//! The Tank view's form: the tank picker, today's readings (agitator speed, motor current,
//! supply voltage, product temperature) and a Save line; where the focus is, how it moves,
//! and the typed text checked into readings named as the reading catalogue names them.

use crate::tui::strings::tank as s;
use crate::tui::widgets::field::{Checked, Field, FieldKind};
use crate::units::Dimension;

/// The reading fields, top to bottom: (catalogue name, label, what the field holds).
pub const FIELDS: [(&str, &str, FieldKind); 4] = [
    (
        "agitator-speed",
        s::SPEED,
        FieldKind::Positive(Dimension::Speed),
    ),
    (
        "motor-current",
        s::CURRENT,
        FieldKind::Quantity(Dimension::Current),
    ),
    (
        "voltage",
        s::VOLTAGE,
        FieldKind::Quantity(Dimension::Voltage),
    ),
    (
        "temperature",
        s::TEMPERATURE,
        FieldKind::Quantity(Dimension::Temperature),
    ),
];

/// Which part of the form has the focus.
#[derive(Debug, Clone, Copy, PartialEq, Eq)]
pub enum Focus {
    Tank,
    Field(usize),
    Save,
}

impl Focus {
    /// Whether the focus is on a text field (which then owns every printable key).
    pub fn is_field(self) -> bool {
        matches!(self, Focus::Field(_))
    }
}

/// One reading that passed the checks: its catalogue name, the text as typed, SI value.
#[derive(Debug, Clone, PartialEq)]
pub struct TypedReading {
    pub name: &'static str,
    pub raw: String,
    pub si: f64,
}

/// Why the form cannot be saved, and where to go.
#[derive(Debug, Clone, PartialEq)]
pub struct Refusal {
    pub focus: Focus,
    pub message: String,
}

#[derive(Debug, Clone, PartialEq)]
pub struct Form {
    pub fields: Vec<Field>,
    pub focus: Focus,
}

impl Default for Form {
    fn default() -> Self {
        Form::new()
    }
}

impl Form {
    pub fn new() -> Form {
        Form {
            fields: FIELDS.iter().map(|(_, _, k)| Field::new(*k)).collect(),
            // Not on a field: Tab still walks the views until the operator moves in.
            focus: Focus::Tank,
        }
    }

    pub fn field(&self, focus: Focus) -> Option<&Field> {
        match focus {
            Focus::Field(i) => self.fields.get(i),
            Focus::Tank | Focus::Save => None,
        }
    }

    pub fn field_mut(&mut self, focus: Focus) -> Option<&mut Field> {
        match focus {
            Focus::Field(i) => self.fields.get_mut(i),
            Focus::Tank | Focus::Save => None,
        }
    }

    /// Every focus stop top to bottom (Tab order and arrow order are the same here).
    fn order(&self) -> Vec<Focus> {
        let mut v = vec![Focus::Tank];
        v.extend((0..self.fields.len()).map(Focus::Field));
        v.push(Focus::Save);
        v
    }

    /// Move the focus, remembering the new field's text so Esc can bring it back.
    pub fn focus_on(&mut self, to: Focus) {
        self.focus = to;
        if let Some(f) = self.field_mut(to) {
            f.begin_edit();
        }
    }

    pub fn next(&mut self) {
        let order = self.order();
        let at = order.iter().position(|f| *f == self.focus).unwrap_or(0);
        self.focus_on(order[(at + 1).min(order.len() - 1)]);
    }

    pub fn prev(&mut self) {
        let order = self.order();
        let at = order.iter().position(|f| *f == self.focus).unwrap_or(0);
        self.focus_on(order[at.saturating_sub(1)]);
    }

    /// Anything typed that a quit would lose.
    pub fn has_input(&self) -> bool {
        self.fields.iter().any(|f| !f.is_empty())
    }

    /// A fresh form after a save, the focus on the Save line.
    pub fn reset(&mut self) {
        *self = Form::new();
        self.focus = Focus::Save;
    }

    /// Check the whole form: the readings typed, in field order; the first problem found is
    /// reported with where it is. Blank fields are left out (the last reading or the site's
    /// value stands).
    pub fn check(&self) -> Result<Vec<TypedReading>, Refusal> {
        let mut out = Vec::new();
        for (i, (field, (name, label, _))) in self.fields.iter().zip(FIELDS).enumerate() {
            let at = |message: String| Refusal {
                focus: Focus::Field(i),
                message: format!("{label}: {message}"),
            };
            match field.checked() {
                Checked::Empty => {}
                // A temperature may be below zero; nothing else here may.
                Checked::Value(v) if *v < 0.0 && name != "temperature" => {
                    return Err(at(s::NEGATIVE.to_string()));
                }
                Checked::Value(v) => out.push(TypedReading {
                    name,
                    raw: field.text().trim().to_string(),
                    si: *v,
                }),
                Checked::Invalid(m) => return Err(at(m.clone())),
                Checked::Text => return Err(at(s::NEGATIVE.to_string())),
            }
        }
        if out.is_empty() {
            return Err(Refusal {
                focus: Focus::Field(0),
                message: s::NEED_READING.to_string(),
            });
        }
        Ok(out)
    }
}

#[cfg(test)]
mod tests {
    use super::*;

    #[test]
    fn typed_readings_check_into_si_and_blanks_are_left_out() {
        let mut f = Form::new();
        f.fields[0].set_text("30");
        f.fields[1].set_text("5.2 A");
        f.fields[3].set_text("-4");
        let c = f.check().unwrap();
        // 30 rpm = 30·2π/60 rad/s = π rad/s; −4 °C = 269.15 K (definitions).
        assert_eq!(c.len(), 3);
        assert!((c[0].si - std::f64::consts::PI).abs() < 1e-9);
        assert_eq!(c[1].raw, "5.2 A");
        assert!((c[2].si - 269.15).abs() < 1e-9);
    }

    #[test]
    fn what_is_wrong_is_said_with_where() {
        let mut f = Form::new();
        assert_eq!(f.check().unwrap_err().message, s::NEED_READING);
        f.fields[1].set_text("-2 A");
        let r = f.check().unwrap_err();
        assert_eq!(r.focus, Focus::Field(1));
        assert!(r.message.contains("negative"), "{}", r.message);
        f.fields[1].set_text("2 bar");
        let r = f.check().unwrap_err();
        assert!(r.message.starts_with("Current:"), "{}", r.message);
    }
}
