//! The viscometer-set form's live checks: what each row will store and what is wrong or
//! worth a word about it, as it is typed.

use super::readings_form::{Form, RAD_S_PER_RPM};
use crate::instrument::Geometry;
use crate::site::Viscometer;
use crate::tui::strings::readings as s;

/// What a typed row will give and what is wrong with it, shown as it is typed.
#[derive(Debug, Clone, PartialEq, Default)]
pub struct RowPreview {
    /// Newtonian bob shear rate (1/s) and shear stress (Pa) the row stands for.
    pub rate_per_s: Option<f64>,
    pub stress_pa: Option<f64>,
    pub notes: Vec<RowNote>,
}

/// A check on one typed row.
#[derive(Debug, Clone, Copy, PartialEq)]
pub enum RowNote {
    NegativeDial,
    /// At or above full scale: the spring is at its stop and the reading is not valid.
    Pegged,
    /// Below 10 % of full scale (common practice, no source).
    LowScale,
    /// Outside the instrument's speeds (the standard six-speed runs 3 to 600 rpm; others
    /// from the site config when given).
    SpeedOutOfRange {
        lo_rpm: f64,
        hi_rpm: f64,
    },
    /// Higher than the reading of a row at a higher speed (1-based row).
    AboveFasterRow(usize),
}

impl RowNote {
    /// A reading the fit cannot use as typed (shown in the error colour).
    pub fn is_strong(self) -> bool {
        matches!(
            self,
            RowNote::NegativeDial | RowNote::Pegged | RowNote::SpeedOutOfRange { .. }
        )
    }

    /// A few words for the table's last column (the full words go on the message line).
    pub fn short(self) -> String {
        match self {
            RowNote::NegativeDial => s::NEGATIVE_SHORT.to_string(),
            RowNote::Pegged => s::PEGGED_SHORT.to_string(),
            RowNote::LowScale => s::LOW_SCALE_SHORT.to_string(),
            RowNote::SpeedOutOfRange { lo_rpm, hi_rpm } => {
                format!("{} {lo_rpm}-{hi_rpm} rpm", s::RANGE_SHORT)
            }
            RowNote::AboveFasterRow(row) => format!("{} {row}", s::ABOVE_SHORT),
        }
    }

    /// The check in full words.
    pub fn words(self) -> String {
        match self {
            RowNote::NegativeDial => s::NEGATIVE_DIAL.to_string(),
            RowNote::Pegged => s::PEGGED.to_string(),
            RowNote::LowScale => s::LOW_SCALE.to_string(),
            RowNote::SpeedOutOfRange { lo_rpm, hi_rpm } => {
                format!("{} {lo_rpm} to {hi_rpm} rpm", s::SPEED_RANGE)
            }
            RowNote::AboveFasterRow(row) => format!("{} {row}", s::ABOVE_FASTER),
        }
    }
}

impl Form {
    /// Each row's shear rate and stress on this instrument, with its checks.
    pub fn preview(&self, viscometer: Option<&Viscometer>) -> Vec<RowPreview> {
        let Some(v) = viscometer else {
            return vec![RowPreview::default(); self.rows.len()];
        };
        let g = &v.geometry;
        let typed: Vec<(Option<f64>, Option<f64>)> = self
            .rows
            .iter()
            .map(|r| (r.speed.value().map(|w| w / RAD_S_PER_RPM), r.dial.value()))
            .collect();
        typed
            .iter()
            .map(|&(rpm, dial)| RowPreview {
                rate_per_s: rpm.map(|n| n * g.newtonian_rate_per_rpm()),
                stress_pa: dial.map(|d| d * g.stress_per_dial_pa()),
                notes: row_notes(g, v.speed_range_rpm, rpm, dial, &typed),
            })
            .collect()
    }
}

fn row_notes(
    g: &Geometry,
    speed_range_rpm: Option<(f64, f64)>,
    rpm: Option<f64>,
    dial: Option<f64>,
    all: &[(Option<f64>, Option<f64>)],
) -> Vec<RowNote> {
    let mut notes = Vec::new();
    let full = g.full_scale_dial();
    if let Some(d) = dial {
        if d < 0.0 {
            notes.push(RowNote::NegativeDial);
        } else if d >= full {
            notes.push(RowNote::Pegged);
        } else if d < crate::instrument::LOW_SCALE_FRACTION * full {
            notes.push(RowNote::LowScale);
        }
    }
    if let (Some(n), Some((lo, hi))) = (rpm, speed_range_rpm)
        && !(lo - 1e-9..=hi + 1e-9).contains(&n)
    {
        notes.push(RowNote::SpeedOutOfRange {
            lo_rpm: lo,
            hi_rpm: hi,
        });
    }
    if let (Some(n), Some(d)) = (rpm, dial) {
        let faster_lower = all
            .iter()
            .position(|&(r, x)| matches!((r, x), (Some(r), Some(x)) if r > n && x < d));
        if let Some(i) = faster_lower {
            notes.push(RowNote::AboveFasterRow(i + 1));
        }
    }
    notes
}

### Instructions to follow
Please find, in the entries above, every line where "AboveFasterRow" occurs, and copy it.

### Answer space
    AboveFasterRow(usize),
            RowNote::AboveFasterRow(row) => format!("{} {row}", s::ABOVE_SHORT),
            RowNote::AboveFasterRow(row) => format!("{} {row}", s::ABOVE_FASTER),
            notes.push(RowNote::AboveFasterRow(i + 1));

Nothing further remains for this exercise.